Wächterrat bestimmt Kandidaten für Wahlen

Der Religiöse Führer (persisch: Rahbar) bestimmt die Richtlinien der Politik, bestätigt den Präsidenten, ist Oberkommandierender der Armee und der Revolutionsgarden (Pasdaran) und ernennt den obersten Richter. Der Revolutionsführer bestimmt auch die Mitglieder des Wächterrats, der aus sechs Geistlichen und sechs Juristen zusammengesetzt ist. Letztere schlägt der oberste Richter vor. Das einflussreiche konservative Gremium prüft alle neuen Gesetze auf ihre Vereinbarkeit mit islamischem Recht. Kandidaten zu Wahlen werden nur zugelassen, wenn der Rat sie für religiös und politisch zuverlässig hält.

Irans Ajatollah Ali Chamenei

Reuters/Raheb Homavandi

Ajatollah Ali Chamenei

Ali Chamenei wurde 1939 in der Stadt Maschhad geboren. 1962 schloss er sich der islamischen Bewegung Ajatollah Chomeinis an. In der Schah-Zeit saß er drei Jahre hinter Gittern. 1981 überlebte er nur knapp einen Bombenanschlag, Anhänger verehren ihn seitdem als „lebenden Märtyrer“. 1981 wurde er zum Präsidenten gewählt, nach dem Tod Chomeinis 1989 wurde Chamenei dessen Nachfolger.

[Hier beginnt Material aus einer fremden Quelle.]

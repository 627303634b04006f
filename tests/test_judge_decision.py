"""Decision rules and verdicts (ILAC-G8:09/2019; JCGM 106:2012)."""

from __future__ import annotations

import math
from collections.abc import Callable

import pytest
from scipy import stats

import rig.judge as judging  # not "from ... import test_uncertainty_ratio": pytest would collect it
from rig.judge import (
    DecisionRule,
    Limits,
    Verdict,
    false_accept_risk_at_limit,
    judge,
    tur_is_low,
    worst,
)
from rig.models import ModelInputError

LIMITS = Limits(low=9.0, high=11.0)
U = 0.1


@pytest.mark.parametrize(
    ("value", "expected"),
    # ILAC-G8:09/2019; JCGM 106:2012: guarded acceptance with w = U, four zones at each limit
    [
        (10.0, Verdict.PASS),
        # low limit
        (9.15, Verdict.PASS),
        (9.05, Verdict.CONDITIONAL_PASS),
        (9.0, Verdict.CONDITIONAL_PASS),
        (8.95, Verdict.CONDITIONAL_FAIL),
        (8.85, Verdict.FAIL),
        # high limit
        (10.85, Verdict.PASS),
        (10.95, Verdict.CONDITIONAL_PASS),
        (11.0, Verdict.CONDITIONAL_PASS),
        (11.05, Verdict.CONDITIONAL_FAIL),
        (11.15, Verdict.FAIL),
    ],
)
def test_guarded_zones_at_both_limits(value: float, expected: Verdict) -> None:
    assert judge(value, LIMITS, U, DecisionRule.GUARDED) is expected


@pytest.mark.parametrize(
    ("value", "expected"),
    # ILAC-G8:09/2019: simple acceptance (w = 0) accepts up to the limit, no conditional verdicts
    [
        (9.05, Verdict.PASS),
        (9.0, Verdict.PASS),
        (8.95, Verdict.FAIL),
        (10.95, Verdict.PASS),
        (11.0, Verdict.PASS),
        (11.05, Verdict.FAIL),
    ],
)
def test_simple_acceptance(value: float, expected: Verdict) -> None:
    assert judge(value, LIMITS, U, DecisionRule.SIMPLE) is expected


def test_one_sided_limits() -> None:
    # ILAC-G8:09/2019 zones apply to a single limit the same way; the sensor ground check value
    # "under 0.02 V" is common practice, no published source
    ground = Limits(low=None, high=0.02)
    assert judge(0.005, ground, 0.002, DecisionRule.GUARDED) is Verdict.PASS
    assert judge(0.019, ground, 0.002, DecisionRule.GUARDED) is Verdict.CONDITIONAL_PASS
    assert judge(0.021, ground, 0.002, DecisionRule.GUARDED) is Verdict.CONDITIONAL_FAIL
    assert judge(0.5, ground, 0.002, DecisionRule.GUARDED) is Verdict.FAIL
    assert judge(-1e6, ground, 0.002, DecisionRule.GUARDED) is Verdict.PASS


@pytest.mark.parametrize("value", [math.nan, math.inf, -math.inf, 9.9e37, -9.9e37, 9.91e37])
@pytest.mark.parametrize("rule", list(DecisionRule))
def test_no_reading_never_passes(value: float, rule: DecisionRule) -> None:
    # SCPI-1999 (FIELD-NOTES.md): 9.9E37 is overload, 9.91E37 not a number; with one-sided
    # limits too, where -inf would otherwise sit "inside"
    assert judge(value, LIMITS, U, rule) is Verdict.FAIL
    assert judge(value, Limits(None, 1.0), U, rule) is Verdict.FAIL
    assert judge(value, Limits(0.0, None), U, rule) is Verdict.FAIL


def test_false_accept_risk_with_guard_band_u() -> None:
    # ILAC-G8:09/2019; JCGM 106:2012: w = U with k = 2 limits the risk to 1 - Phi(2) = 2.275 %;
    # scipy.stats.norm as the reference library
    u = 0.05
    risk = false_accept_risk_at_limit(2 * u, u)
    assert risk == pytest.approx(0.02275, abs=5e-6)
    assert risk == pytest.approx(float(stats.norm.sf(2.0)), rel=1e-12)


def test_false_accept_risk_simple_acceptance() -> None:
    # ILAC-G8:09/2019: simple acceptance has up to 50 % risk at the limit
    assert false_accept_risk_at_limit(0.0, 0.05) == pytest.approx(0.5)
    # and 1 - Phi(1) = 15.87 % with w = u (scipy.stats.norm as the reference library)
    assert false_accept_risk_at_limit(0.05, 0.05) == pytest.approx(float(stats.norm.sf(1.0)))


def test_test_uncertainty_ratio() -> None:
    # common practice in calibration, no single published source: span / 2U, 4:1 minimum
    assert judging.test_uncertainty_ratio(LIMITS, 0.25) == pytest.approx(4.0)
    assert judging.test_uncertainty_ratio(LIMITS, 0.5) == pytest.approx(2.0)
    assert judging.test_uncertainty_ratio(Limits(None, 0.02), 0.001) is None
    assert judging.test_uncertainty_ratio(LIMITS, 0.0) == math.inf
    assert not tur_is_low(4.0)
    assert tur_is_low(3.99)
    assert not tur_is_low(10.0)


def test_a_low_tur_near_the_minimum_is_not_shown_as_the_minimum() -> None:
    # 3.6:1 is under the 4:1 minimum (common practice, no published source): shown rounded to a
    # whole number it read "4:1 LOW", a ratio at the minimum marked as under it
    from rig.judge.decision import tur_text

    assert tur_text(3.6) == "3.6:1 LOW"
    assert tur_text(2.586) == "2.5:1 LOW"  # under the minimum, rounded down
    assert tur_text(4.0) == "4.0:1"
    assert tur_text(12.4) == "12:1"
    assert tur_text(None) == "-"


def test_worst_rolls_up_a_run() -> None:
    p, cp, cf, f, e, s = (
        Verdict.PASS,
        Verdict.CONDITIONAL_PASS,
        Verdict.CONDITIONAL_FAIL,
        Verdict.FAIL,
        Verdict.ERROR,
        Verdict.SKIPPED,
    )
    assert worst([p, p, p]) is p
    assert worst([p, cp, p]) is cp
    assert worst([cp, cf, p]) is cf
    assert worst([cf, f, cp]) is f
    assert worst([f, e, p]) is e
    assert worst([s, p, s]) is p
    assert worst([s, s]) is s
    assert worst([]) is s


def test_verdict_words() -> None:
    # ILAC-G8:09/2019 vocabulary plus error and skipped (DESIGN.md)
    assert [v.value for v in Verdict] == [
        "pass",
        "conditional pass",
        "conditional fail",
        "fail",
        "error",
        "skipped",
    ]


def test_limit_constructors() -> None:
    assert Limits.nominal_tol(10.0, 0.5) == Limits(9.5, 10.5)
    lim = Limits.nominal_pct(-2.0, 5.0)
    assert (lim.low, lim.high) == pytest.approx((-2.1, -1.9))
    assert LIMITS.span == 2.0


@pytest.mark.parametrize(
    ("call", "match"),
    [
        (lambda: Limits(None, None), "at least one"),
        (lambda: Limits(2.0, 1.0), "above high limit"),
        (lambda: Limits(math.nan, 1.0), "low must be a finite number"),
        (lambda: Limits.nominal_tol(1.0, -0.1), "tol"),
        (lambda: judge(1.0, LIMITS, -0.1, DecisionRule.GUARDED), "expanded_u"),
        (lambda: judge(1.0, LIMITS, 0.1, "guarded"), "not a DecisionRule"),  # type: ignore[arg-type]
        (lambda: false_accept_risk_at_limit(0.1, 0.0), "standard uncertainty above 0"),
    ],
)
def test_bad_input_is_a_clear_error(call: Callable[[], object], match: str) -> None:
    with pytest.raises(ModelInputError, match=match):
        call()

So darf etwa der Enkel von Ajatollah Ruhollah Chomeini, Hassan Chomeini, nicht zur aktuellen Wahl, bei der sowohl das Parlament als auch der Expertenrat neu gewählt werden, antreten. Der als Reformer geltende Chomeini hatte für den Expertenrat kandidieren wollen. Grund für den Ausschluss sei, dass der mächtige Wächterrat nicht die „religiösen Kompetenzen“ von Hassan Chomeini habe überprüfen können. Der als Reformer geltende Chomeini war Anfang Jänner nicht zu einem vom Wächterrat angesetzten Religionstest in seiner Heimatstadt Ghom erschienen, an dem rund 400 andere Kandidaten teilnahmen.

Schlichtungsrat vermittelt

Die vom Revolutionsführer bestimmten knapp 30 Mitglieder des Schlichtungsrats vermitteln in Streitfällen zwischen Wächterrat und Parlament. Der Präsident der Republik Iran wird vom Volk für vier Jahre gewählt. Eine zweite Amtszeit ist möglich. Er ernennt die Minister. Die 290 Abgeordneten des Einkammerparlaments (Madschlis) werden alle vier Jahre vom Volk gewählt. Sie bestätigen das Kabinett und können den Präsidenten per Misstrauensvotum abwählen.

Für religiöse Minderheiten sind im iranischen Parlament Sitze reserviert, zwei Sitze für die Armenier und je ein Sitz für Juden, Zoroastrier und Assyrer. Sie sind aber nur für legislative Belange ihrer jeweiligen Religionsgruppen verantwortlich und politisch praktisch nicht engagiert. Offiziell nicht als religiöse Minderheit anerkannt ist die Religionsgemeinschaft der Bahai, die im Iran seit Jahren unter Verfolgung leiden.